### Task brief
Search the entries below for the word "version", then copy each line in which it is found.

### Listed entries
>>>>
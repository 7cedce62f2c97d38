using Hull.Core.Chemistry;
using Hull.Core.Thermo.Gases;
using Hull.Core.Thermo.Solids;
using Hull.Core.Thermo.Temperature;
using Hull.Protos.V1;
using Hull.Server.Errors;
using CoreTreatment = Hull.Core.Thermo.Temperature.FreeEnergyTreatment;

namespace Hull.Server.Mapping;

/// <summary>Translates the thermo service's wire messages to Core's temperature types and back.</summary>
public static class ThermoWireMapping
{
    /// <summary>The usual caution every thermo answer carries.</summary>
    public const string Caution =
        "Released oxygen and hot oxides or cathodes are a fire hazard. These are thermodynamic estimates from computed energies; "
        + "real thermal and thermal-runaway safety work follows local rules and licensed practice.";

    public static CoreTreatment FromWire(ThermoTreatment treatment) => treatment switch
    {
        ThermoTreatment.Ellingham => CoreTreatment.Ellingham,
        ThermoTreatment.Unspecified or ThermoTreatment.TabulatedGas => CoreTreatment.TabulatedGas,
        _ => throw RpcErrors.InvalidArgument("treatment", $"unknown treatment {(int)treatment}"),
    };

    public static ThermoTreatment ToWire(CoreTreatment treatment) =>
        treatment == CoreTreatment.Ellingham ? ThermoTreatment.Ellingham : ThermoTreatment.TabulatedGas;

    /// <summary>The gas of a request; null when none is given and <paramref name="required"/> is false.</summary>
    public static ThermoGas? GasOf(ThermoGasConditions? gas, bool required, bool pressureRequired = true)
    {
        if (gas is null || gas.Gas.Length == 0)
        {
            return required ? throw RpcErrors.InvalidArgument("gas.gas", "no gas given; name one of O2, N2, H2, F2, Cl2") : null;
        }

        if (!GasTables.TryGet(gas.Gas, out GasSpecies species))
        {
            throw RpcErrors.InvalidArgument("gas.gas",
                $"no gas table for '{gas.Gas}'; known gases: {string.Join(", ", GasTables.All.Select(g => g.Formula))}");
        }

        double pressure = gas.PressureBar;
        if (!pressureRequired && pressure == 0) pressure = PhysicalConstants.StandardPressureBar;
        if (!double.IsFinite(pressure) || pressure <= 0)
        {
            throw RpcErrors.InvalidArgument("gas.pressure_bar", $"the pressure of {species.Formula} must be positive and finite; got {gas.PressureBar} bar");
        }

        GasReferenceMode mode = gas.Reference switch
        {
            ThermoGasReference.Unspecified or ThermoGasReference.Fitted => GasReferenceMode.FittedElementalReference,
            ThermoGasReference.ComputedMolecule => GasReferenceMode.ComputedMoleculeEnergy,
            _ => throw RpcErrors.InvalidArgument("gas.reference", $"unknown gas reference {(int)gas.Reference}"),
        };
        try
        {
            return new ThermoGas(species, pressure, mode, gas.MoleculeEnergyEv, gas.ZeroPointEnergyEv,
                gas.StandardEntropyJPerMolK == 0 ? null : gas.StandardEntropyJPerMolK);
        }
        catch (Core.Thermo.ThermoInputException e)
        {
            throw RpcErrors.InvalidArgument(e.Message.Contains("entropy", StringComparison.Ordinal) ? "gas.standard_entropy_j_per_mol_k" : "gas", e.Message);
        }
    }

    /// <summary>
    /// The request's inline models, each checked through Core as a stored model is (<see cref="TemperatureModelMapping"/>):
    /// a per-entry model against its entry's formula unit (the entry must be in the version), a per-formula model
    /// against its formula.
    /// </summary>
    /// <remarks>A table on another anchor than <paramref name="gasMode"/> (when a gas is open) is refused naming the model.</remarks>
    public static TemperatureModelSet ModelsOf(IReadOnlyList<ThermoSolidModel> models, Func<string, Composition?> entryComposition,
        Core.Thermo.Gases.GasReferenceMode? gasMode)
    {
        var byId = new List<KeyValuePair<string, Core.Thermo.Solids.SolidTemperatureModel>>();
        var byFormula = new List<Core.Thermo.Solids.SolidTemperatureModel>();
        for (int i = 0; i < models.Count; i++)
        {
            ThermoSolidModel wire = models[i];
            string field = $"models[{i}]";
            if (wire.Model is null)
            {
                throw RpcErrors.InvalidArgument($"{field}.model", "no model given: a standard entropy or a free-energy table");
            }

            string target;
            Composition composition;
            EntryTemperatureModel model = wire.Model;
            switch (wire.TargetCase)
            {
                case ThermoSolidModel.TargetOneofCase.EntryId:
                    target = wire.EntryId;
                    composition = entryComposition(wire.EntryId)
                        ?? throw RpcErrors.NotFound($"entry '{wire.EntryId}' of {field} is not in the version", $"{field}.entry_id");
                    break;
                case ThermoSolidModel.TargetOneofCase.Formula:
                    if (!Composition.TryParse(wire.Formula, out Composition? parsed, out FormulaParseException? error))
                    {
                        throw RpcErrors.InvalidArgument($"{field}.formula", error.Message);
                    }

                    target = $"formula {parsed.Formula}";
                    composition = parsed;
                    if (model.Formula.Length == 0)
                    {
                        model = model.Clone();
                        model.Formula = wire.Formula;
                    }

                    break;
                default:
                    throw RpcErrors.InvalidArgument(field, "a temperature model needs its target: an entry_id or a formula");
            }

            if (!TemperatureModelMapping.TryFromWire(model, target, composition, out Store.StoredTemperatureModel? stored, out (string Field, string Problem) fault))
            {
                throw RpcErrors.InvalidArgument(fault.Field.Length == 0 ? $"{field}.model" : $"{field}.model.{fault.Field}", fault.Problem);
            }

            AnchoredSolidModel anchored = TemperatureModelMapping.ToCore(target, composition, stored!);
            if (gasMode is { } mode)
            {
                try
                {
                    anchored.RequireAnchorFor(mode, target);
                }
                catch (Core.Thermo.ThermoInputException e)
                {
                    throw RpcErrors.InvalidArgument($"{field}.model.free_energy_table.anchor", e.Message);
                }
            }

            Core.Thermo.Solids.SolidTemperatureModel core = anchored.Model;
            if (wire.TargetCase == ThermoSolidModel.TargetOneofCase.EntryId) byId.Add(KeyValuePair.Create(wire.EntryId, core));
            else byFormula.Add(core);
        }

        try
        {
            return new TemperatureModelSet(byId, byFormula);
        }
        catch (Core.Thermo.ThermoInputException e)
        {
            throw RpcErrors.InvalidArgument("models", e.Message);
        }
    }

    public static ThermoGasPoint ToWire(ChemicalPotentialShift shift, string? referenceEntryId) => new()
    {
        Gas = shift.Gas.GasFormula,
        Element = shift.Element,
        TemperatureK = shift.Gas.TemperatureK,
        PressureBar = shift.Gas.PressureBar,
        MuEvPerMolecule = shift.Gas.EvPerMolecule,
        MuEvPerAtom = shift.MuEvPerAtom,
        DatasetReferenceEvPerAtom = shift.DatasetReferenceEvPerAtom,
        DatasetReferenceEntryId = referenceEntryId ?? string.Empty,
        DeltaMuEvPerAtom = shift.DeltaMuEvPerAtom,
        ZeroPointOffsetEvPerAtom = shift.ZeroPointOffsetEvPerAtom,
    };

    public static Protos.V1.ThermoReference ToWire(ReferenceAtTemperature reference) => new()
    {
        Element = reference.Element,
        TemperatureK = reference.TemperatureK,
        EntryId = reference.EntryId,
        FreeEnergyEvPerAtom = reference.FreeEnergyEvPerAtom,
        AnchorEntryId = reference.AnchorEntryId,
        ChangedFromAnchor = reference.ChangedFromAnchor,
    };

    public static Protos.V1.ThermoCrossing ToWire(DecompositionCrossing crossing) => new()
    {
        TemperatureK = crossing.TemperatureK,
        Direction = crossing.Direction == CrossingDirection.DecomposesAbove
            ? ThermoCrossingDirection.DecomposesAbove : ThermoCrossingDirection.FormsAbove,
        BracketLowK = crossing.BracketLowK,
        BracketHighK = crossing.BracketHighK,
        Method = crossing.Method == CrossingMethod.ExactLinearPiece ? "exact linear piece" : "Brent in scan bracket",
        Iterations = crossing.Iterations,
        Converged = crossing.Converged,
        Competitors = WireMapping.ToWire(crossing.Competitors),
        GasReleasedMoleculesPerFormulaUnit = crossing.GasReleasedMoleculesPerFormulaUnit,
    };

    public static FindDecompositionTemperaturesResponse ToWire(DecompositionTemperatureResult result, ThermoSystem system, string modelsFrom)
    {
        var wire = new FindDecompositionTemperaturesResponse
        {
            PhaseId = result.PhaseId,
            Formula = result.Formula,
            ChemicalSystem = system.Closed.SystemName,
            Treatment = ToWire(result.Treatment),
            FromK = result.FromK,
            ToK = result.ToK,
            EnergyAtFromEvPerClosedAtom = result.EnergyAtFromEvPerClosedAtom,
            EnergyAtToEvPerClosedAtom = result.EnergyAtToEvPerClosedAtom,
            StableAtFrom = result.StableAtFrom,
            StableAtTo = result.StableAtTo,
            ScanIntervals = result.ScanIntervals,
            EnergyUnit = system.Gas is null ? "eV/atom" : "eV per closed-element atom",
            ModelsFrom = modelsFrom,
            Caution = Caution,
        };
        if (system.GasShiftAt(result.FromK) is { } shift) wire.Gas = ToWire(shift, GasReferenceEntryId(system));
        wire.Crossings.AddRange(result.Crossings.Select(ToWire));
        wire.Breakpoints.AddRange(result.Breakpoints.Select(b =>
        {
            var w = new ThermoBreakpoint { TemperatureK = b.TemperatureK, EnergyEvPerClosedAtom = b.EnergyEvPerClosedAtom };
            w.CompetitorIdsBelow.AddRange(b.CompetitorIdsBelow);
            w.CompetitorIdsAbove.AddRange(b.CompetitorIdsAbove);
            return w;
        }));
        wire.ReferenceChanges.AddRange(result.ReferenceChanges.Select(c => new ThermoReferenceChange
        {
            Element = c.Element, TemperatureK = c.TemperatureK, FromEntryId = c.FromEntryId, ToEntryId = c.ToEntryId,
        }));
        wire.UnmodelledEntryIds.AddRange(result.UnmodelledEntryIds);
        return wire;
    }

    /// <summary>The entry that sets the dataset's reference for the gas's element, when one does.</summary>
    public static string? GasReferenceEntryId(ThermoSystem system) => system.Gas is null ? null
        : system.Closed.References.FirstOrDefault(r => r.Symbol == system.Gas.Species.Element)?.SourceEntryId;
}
<<<<
### Exercise output
    /// a per-entry model against its entry's formula unit (the entry must be in the version), a per-formula model
                        ?? throw RpcErrors.NotFound($"entry '{wire.EntryId}' of {field} is not in the version", $"{field}.entry_id");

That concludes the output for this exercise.